## HOW TO COMPLETE THIS TASK
Lines of the listing below that contain the string "diffraction" are to be returned.

──────── GIVEN DATA

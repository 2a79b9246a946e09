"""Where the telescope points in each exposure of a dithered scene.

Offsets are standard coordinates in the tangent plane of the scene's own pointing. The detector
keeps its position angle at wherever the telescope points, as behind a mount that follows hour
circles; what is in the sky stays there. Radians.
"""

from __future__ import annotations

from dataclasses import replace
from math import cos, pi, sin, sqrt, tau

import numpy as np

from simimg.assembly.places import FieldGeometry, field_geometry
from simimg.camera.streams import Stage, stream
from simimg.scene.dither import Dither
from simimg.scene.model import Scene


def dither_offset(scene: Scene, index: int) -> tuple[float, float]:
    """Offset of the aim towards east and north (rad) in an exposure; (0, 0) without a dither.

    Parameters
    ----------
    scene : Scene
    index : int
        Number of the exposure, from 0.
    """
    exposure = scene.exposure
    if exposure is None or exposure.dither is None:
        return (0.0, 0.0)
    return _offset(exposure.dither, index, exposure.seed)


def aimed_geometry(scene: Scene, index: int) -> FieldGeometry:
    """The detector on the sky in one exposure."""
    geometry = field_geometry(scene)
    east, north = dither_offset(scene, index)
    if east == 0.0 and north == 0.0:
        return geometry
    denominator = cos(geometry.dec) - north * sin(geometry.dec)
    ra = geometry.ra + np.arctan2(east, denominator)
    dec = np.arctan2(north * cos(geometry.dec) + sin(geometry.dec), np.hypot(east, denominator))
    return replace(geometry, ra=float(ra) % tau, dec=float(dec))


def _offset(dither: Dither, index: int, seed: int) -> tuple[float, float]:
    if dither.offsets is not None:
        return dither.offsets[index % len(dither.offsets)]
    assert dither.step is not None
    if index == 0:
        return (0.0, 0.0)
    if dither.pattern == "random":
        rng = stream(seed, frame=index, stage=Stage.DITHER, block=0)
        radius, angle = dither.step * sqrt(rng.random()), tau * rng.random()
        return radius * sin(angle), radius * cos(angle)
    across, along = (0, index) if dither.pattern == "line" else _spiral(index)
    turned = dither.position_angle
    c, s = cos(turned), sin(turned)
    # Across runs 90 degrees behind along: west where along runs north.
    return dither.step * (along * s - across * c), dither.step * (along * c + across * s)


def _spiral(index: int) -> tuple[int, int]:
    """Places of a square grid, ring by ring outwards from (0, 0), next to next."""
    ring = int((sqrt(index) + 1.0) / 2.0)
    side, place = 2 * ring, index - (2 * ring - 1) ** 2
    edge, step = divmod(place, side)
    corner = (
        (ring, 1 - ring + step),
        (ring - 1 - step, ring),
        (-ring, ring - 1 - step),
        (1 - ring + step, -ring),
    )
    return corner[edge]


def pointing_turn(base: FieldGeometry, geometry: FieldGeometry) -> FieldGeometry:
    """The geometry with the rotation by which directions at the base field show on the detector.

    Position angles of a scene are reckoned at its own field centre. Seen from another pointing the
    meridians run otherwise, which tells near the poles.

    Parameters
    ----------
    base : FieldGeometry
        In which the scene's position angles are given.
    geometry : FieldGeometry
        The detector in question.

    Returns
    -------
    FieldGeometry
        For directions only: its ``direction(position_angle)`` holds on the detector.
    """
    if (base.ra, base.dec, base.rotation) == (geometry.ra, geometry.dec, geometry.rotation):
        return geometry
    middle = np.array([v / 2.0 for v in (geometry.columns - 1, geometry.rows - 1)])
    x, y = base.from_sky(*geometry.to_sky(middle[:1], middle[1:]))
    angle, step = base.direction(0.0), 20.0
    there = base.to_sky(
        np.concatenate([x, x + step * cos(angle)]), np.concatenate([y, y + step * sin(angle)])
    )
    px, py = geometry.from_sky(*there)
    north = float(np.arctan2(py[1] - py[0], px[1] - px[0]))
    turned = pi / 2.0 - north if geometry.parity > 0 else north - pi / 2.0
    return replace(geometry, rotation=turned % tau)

────────────────
──────── GIVEN DATA

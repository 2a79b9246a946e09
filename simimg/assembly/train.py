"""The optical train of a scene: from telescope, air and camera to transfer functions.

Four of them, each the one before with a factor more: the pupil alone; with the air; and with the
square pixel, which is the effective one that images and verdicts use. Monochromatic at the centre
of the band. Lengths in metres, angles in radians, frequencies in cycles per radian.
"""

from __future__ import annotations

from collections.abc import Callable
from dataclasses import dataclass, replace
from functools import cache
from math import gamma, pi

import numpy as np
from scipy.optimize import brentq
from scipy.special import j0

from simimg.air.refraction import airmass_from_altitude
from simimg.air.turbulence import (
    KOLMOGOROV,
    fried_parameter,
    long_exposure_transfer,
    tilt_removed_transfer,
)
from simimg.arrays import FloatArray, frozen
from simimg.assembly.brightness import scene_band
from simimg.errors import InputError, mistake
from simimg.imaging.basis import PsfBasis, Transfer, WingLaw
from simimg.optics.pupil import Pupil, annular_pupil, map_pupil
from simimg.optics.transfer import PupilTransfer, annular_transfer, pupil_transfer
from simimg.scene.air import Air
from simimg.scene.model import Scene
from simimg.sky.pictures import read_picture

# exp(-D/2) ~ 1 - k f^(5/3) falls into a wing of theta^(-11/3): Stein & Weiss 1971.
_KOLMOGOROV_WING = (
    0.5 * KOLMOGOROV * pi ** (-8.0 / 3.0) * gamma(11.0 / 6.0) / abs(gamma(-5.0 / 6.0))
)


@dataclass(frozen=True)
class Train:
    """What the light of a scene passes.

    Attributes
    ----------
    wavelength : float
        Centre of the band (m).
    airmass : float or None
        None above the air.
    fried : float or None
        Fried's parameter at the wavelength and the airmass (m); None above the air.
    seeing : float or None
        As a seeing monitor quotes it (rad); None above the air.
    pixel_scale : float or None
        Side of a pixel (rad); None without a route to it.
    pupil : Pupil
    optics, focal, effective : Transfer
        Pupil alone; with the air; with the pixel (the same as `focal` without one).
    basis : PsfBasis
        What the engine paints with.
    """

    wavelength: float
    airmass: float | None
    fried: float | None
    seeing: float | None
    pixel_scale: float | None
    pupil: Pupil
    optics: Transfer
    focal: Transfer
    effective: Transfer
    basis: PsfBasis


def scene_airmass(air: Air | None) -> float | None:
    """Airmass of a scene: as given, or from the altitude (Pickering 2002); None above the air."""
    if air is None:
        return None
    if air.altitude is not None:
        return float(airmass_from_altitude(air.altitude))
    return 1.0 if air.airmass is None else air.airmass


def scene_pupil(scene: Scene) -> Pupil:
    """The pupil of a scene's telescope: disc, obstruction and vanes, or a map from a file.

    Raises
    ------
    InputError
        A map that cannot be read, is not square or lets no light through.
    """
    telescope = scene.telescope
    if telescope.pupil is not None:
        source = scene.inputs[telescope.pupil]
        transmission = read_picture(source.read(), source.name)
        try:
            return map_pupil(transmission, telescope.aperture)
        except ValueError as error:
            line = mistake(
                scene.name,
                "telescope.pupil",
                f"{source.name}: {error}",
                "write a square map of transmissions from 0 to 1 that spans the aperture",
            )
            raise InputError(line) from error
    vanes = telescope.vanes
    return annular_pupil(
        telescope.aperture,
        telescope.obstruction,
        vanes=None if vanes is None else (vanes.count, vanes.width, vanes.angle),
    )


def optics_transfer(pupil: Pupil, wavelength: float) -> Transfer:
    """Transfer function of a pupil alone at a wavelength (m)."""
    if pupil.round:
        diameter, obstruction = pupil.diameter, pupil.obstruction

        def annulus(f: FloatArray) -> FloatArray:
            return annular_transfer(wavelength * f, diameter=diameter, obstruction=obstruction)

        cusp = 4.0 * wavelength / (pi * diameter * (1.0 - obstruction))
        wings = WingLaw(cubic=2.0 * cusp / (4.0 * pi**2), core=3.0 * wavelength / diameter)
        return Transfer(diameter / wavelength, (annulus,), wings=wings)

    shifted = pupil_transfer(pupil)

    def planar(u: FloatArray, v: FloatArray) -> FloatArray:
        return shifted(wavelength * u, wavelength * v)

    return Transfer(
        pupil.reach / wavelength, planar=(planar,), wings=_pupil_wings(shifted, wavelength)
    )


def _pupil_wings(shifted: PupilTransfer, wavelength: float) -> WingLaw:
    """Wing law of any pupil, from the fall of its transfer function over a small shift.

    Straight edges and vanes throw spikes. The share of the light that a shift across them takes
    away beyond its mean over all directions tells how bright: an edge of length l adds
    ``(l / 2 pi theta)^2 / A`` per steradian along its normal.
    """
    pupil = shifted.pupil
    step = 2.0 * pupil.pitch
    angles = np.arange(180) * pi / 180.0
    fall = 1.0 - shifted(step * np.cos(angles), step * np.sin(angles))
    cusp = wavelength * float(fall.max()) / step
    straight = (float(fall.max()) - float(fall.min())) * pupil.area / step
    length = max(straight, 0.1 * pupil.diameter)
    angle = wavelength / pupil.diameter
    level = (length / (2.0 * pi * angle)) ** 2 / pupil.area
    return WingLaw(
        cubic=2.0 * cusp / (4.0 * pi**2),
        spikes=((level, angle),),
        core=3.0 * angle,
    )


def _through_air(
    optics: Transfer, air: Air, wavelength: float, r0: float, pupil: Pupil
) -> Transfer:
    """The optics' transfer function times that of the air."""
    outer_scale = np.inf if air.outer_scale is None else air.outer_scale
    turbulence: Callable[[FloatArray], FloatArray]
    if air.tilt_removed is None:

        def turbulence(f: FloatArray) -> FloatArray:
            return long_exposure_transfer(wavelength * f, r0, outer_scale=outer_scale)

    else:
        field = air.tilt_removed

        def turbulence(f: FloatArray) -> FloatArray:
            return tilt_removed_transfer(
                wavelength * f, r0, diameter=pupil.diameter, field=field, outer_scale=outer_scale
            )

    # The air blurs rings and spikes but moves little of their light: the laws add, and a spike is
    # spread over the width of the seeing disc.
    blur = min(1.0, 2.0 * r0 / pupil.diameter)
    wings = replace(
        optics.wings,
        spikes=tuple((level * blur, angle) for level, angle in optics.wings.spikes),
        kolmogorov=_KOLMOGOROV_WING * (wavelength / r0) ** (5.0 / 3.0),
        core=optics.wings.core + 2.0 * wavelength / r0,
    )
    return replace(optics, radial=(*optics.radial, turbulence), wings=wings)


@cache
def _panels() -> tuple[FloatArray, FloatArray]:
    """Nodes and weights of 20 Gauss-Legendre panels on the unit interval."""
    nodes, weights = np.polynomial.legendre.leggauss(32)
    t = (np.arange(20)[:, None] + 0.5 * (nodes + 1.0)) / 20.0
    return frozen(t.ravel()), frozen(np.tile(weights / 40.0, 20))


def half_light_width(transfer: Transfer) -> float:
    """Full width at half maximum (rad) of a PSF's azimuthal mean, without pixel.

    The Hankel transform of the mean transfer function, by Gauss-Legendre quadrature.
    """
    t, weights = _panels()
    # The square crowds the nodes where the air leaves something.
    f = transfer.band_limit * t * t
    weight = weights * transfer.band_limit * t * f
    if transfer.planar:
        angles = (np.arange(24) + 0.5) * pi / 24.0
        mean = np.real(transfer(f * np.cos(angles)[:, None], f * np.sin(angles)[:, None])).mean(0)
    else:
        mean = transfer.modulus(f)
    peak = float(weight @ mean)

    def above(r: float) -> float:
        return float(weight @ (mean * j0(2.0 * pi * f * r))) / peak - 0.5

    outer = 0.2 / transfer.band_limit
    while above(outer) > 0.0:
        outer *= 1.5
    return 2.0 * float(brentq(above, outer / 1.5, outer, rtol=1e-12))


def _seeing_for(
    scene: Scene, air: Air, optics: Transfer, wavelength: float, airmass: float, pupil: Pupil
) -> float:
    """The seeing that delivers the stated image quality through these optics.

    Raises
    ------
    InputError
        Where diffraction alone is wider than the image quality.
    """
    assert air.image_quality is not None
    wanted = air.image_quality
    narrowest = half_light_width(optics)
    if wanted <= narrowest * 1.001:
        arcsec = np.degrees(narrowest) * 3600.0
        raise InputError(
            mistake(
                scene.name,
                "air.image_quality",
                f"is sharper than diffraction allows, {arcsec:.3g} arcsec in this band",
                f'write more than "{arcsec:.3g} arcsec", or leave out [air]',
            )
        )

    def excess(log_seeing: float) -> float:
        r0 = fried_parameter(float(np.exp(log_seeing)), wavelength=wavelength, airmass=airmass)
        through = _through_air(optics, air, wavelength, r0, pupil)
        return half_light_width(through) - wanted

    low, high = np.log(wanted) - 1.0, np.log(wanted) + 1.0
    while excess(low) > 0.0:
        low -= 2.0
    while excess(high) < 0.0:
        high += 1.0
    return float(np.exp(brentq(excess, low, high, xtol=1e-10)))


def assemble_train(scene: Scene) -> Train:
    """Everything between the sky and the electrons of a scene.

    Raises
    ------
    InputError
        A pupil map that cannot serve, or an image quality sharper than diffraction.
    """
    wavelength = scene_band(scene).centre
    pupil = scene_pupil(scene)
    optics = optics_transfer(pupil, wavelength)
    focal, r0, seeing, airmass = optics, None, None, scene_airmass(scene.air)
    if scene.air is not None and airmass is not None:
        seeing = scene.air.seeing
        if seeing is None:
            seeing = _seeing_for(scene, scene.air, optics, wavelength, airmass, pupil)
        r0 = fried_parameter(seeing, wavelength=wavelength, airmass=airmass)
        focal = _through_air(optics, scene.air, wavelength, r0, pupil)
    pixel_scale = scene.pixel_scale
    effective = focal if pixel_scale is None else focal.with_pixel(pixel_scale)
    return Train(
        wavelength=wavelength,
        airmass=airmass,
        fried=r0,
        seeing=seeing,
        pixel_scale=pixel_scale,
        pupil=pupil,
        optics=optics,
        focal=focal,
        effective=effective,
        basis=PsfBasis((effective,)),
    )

────────────────

## ANSWER SPACE
        Where diffraction alone is wider than the image quality.
                f"is sharper than diffraction allows, {arcsec:.3g} arcsec in this band",
        A pupil map that cannot serve, or an image quality sharper than diffraction.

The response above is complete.